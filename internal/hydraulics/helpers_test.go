package hydraulics

import (
	"math"
	"testing"

	"flowset/internal/fluid"
)

// water20 is liquid water at 20 °C, 1 atm: ρ from IAPWS-IF97 region 1 and μ
// from the IAPWS 2008 viscosity formulation (references §1.3, [C] from the
// IAPWS releases).
var water20 = fluid.State{Temperature: 293.15, Density: 998.2061, Viscosity: 1.0016e-3}

// relErr returns |got-want|/|want|, or |got| when want is zero.
func relErr(got, want float64) float64 {
	if want == 0 {
		return math.Abs(got)
	}
	return math.Abs(got-want) / math.Abs(want)
}

// checkSlope compares an element's analytic slope at q with a central finite
// difference of its drop, to relative tolerance tol. The step is 1e-6 of
// |q| or of qScale, whichever is larger, so rounding of a large drop (a
// pump's) does not swamp the difference near q = 0.
func checkSlope(t *testing.T, name string, e Element, q, qScale float64, f fluid.State, tol float64) {
	t.Helper()
	_, slope := e.Drop(q, f)
	h := 1e-6 * max(math.Abs(q), qScale)
	up, _ := e.Drop(q+h, f)
	dn, _ := e.Drop(q-h, f)
	fd := (up - dn) / (2 * h)
	if math.IsNaN(slope) || math.IsInf(slope, 0) {
		t.Fatalf("%s: slope at q=%g is %g", name, q, slope)
	}
	if relErr(slope, fd) > tol {
		t.Errorf("%s: slope at q=%g: analytic %.12g, finite difference %.12g (rel %.3g > %g)", name, q, slope, fd, relErr(slope, fd), tol)
	}
}

// checkOdd verifies Drop(-q) = -Drop(q) and the slope is even.
func checkOdd(t *testing.T, name string, e Element, q float64, f fluid.State) {
	t.Helper()
	dp, s := e.Drop(q, f)
	dm, sm := e.Drop(-q, f)
	if dm != -dp || sm != s {
		t.Errorf("%s: Drop(%g) = (%g, %g), Drop(%g) = (%g, %g): want odd drop and even slope", name, q, dp, s, -q, dm, sm)
	}
}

# Your instructions
Please return exactly the lines from the first line of the material through the one with "near q = 0.", and no lines after it.

# Completed exercise
filename internal/hydraulics/helpers_test.go
package hydraulics

import (
	"math"
	"testing"

	"flowset/internal/fluid"
)

// water20 is liquid water at 20 °C, 1 atm: ρ from IAPWS-IF97 region 1 and μ
// from the IAPWS 2008 viscosity formulation (references §1.3, [C] from the
// IAPWS releases).
var water20 = fluid.State{Temperature: 293.15, Density: 998.2061, Viscosity: 1.0016e-3}

// relErr returns |got-want|/|want|, or |got| when want is zero.
func relErr(got, want float64) float64 {
	if want == 0 {
		return math.Abs(got)
	}
	return math.Abs(got-want) / math.Abs(want)
}

// checkSlope compares an element's analytic slope at q with a central finite
// difference of its drop, to relative tolerance tol. The step is 1e-6 of
// |q| or of qScale, whichever is larger, so rounding of a large drop (a
// pump's) does not swamp the difference near q = 0.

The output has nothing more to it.